WORK ITEM - Search the entries below. Return every line that has "limit" in it.

======== TASK INPUT

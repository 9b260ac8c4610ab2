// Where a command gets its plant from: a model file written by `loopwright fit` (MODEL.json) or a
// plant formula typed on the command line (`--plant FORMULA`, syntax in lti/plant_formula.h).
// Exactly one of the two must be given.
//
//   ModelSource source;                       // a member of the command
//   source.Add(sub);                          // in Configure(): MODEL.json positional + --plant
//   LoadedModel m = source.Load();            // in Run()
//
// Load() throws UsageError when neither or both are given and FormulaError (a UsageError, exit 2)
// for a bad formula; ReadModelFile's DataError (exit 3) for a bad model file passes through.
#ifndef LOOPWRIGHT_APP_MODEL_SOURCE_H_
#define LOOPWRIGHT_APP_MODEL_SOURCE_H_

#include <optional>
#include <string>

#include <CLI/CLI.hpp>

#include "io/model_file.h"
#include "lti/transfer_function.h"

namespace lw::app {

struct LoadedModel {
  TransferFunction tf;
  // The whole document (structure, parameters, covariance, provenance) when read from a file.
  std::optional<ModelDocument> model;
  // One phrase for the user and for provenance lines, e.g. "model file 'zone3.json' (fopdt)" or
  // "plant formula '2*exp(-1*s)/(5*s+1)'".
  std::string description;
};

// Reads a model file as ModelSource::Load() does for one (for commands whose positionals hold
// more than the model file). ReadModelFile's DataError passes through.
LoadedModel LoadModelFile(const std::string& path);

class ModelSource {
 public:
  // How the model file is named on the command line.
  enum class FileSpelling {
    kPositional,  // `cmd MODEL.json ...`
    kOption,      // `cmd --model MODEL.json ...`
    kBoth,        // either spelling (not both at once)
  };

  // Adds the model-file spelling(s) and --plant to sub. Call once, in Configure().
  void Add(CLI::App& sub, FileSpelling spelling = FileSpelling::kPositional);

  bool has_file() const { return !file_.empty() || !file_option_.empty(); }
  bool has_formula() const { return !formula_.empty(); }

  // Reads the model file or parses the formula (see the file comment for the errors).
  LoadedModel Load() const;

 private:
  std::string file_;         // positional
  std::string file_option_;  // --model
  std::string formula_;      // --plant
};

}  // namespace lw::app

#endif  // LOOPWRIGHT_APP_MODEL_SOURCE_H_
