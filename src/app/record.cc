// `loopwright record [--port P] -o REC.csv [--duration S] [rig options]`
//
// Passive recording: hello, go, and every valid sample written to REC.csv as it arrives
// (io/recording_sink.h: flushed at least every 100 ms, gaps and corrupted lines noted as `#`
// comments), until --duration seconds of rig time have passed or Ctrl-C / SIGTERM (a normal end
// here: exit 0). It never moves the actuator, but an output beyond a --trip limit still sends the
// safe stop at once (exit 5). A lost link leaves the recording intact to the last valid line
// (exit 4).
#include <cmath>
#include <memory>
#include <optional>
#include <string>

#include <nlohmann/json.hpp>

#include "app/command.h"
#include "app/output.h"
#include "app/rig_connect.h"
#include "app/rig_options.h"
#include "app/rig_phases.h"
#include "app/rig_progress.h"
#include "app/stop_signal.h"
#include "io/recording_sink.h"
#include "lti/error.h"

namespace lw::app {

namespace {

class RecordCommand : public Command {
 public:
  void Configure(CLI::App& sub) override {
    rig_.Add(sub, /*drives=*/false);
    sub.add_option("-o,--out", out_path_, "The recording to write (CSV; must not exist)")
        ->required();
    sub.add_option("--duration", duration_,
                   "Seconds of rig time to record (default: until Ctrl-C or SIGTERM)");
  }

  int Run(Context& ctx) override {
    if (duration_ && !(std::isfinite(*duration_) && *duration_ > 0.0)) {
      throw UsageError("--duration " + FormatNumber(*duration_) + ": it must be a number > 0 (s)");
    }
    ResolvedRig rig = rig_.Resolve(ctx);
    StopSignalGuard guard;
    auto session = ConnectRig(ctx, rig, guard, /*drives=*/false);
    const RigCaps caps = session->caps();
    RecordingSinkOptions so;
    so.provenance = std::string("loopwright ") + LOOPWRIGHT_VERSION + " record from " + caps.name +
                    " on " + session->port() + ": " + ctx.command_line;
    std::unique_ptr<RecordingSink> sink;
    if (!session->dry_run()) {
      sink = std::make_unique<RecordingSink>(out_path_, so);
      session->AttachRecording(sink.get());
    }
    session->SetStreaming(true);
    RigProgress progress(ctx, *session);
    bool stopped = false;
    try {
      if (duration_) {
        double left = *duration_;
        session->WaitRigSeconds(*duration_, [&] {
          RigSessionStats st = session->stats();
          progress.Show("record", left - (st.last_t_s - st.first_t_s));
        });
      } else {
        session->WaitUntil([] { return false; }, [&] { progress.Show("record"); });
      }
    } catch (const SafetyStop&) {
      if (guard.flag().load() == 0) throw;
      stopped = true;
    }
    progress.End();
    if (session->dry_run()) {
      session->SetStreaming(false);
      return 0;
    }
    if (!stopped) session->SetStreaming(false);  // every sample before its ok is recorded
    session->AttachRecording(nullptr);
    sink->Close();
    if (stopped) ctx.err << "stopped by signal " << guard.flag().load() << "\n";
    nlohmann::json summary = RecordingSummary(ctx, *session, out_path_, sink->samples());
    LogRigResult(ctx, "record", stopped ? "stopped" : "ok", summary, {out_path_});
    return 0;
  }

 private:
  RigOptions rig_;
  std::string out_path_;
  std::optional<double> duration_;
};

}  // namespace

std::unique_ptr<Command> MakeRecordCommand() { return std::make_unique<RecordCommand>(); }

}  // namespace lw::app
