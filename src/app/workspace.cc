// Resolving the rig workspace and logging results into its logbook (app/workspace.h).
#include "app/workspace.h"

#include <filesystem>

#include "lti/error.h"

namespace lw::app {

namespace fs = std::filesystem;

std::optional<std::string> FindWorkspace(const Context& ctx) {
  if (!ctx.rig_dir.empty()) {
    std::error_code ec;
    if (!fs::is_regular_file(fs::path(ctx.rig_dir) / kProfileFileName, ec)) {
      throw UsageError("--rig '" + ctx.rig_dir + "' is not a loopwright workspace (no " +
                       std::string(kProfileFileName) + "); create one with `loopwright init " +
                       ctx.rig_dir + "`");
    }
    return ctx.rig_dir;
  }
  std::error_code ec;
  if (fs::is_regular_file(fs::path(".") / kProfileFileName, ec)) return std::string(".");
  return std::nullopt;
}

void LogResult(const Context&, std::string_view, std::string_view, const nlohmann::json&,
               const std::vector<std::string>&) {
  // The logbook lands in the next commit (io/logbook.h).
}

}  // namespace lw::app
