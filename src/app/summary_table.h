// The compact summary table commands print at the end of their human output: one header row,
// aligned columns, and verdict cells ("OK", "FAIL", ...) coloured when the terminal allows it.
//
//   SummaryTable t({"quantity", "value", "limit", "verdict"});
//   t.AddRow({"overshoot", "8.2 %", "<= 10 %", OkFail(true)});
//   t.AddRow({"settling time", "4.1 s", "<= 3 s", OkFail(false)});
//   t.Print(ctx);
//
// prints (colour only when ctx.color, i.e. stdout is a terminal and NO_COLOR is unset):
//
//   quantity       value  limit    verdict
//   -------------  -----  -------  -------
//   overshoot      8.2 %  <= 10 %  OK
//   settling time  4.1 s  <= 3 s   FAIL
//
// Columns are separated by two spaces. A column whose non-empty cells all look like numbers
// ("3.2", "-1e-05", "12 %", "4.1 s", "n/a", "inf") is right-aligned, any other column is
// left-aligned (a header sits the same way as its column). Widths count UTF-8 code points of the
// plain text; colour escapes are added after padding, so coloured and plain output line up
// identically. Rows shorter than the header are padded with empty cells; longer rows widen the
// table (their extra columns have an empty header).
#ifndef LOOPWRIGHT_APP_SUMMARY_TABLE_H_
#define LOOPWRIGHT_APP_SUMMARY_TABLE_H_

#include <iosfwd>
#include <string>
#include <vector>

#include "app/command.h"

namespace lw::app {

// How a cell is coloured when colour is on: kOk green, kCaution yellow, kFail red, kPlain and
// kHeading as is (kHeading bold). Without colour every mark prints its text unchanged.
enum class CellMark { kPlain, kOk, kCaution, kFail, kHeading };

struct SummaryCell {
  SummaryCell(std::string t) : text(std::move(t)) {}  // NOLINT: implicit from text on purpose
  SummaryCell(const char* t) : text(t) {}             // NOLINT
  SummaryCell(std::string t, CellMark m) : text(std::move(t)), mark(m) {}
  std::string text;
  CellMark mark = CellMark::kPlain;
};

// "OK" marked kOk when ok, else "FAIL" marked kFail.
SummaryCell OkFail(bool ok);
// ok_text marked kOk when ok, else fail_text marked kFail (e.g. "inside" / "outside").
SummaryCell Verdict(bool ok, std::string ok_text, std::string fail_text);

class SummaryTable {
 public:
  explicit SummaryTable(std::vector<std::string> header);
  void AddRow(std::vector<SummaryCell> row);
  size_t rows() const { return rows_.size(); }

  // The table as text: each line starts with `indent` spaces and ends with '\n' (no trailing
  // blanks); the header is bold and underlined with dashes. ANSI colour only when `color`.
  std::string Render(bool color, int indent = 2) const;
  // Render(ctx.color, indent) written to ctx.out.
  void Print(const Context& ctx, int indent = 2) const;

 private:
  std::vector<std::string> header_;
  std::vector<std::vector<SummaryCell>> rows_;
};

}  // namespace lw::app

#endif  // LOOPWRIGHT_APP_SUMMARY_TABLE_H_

================

ANSWER FOR THE TASK -
// here: exit 0). It never moves the actuator, but an output beyond a --trip limit still sends the
//   SummaryTable t({"quantity", "value", "limit", "verdict"});
//   quantity       value  limit    verdict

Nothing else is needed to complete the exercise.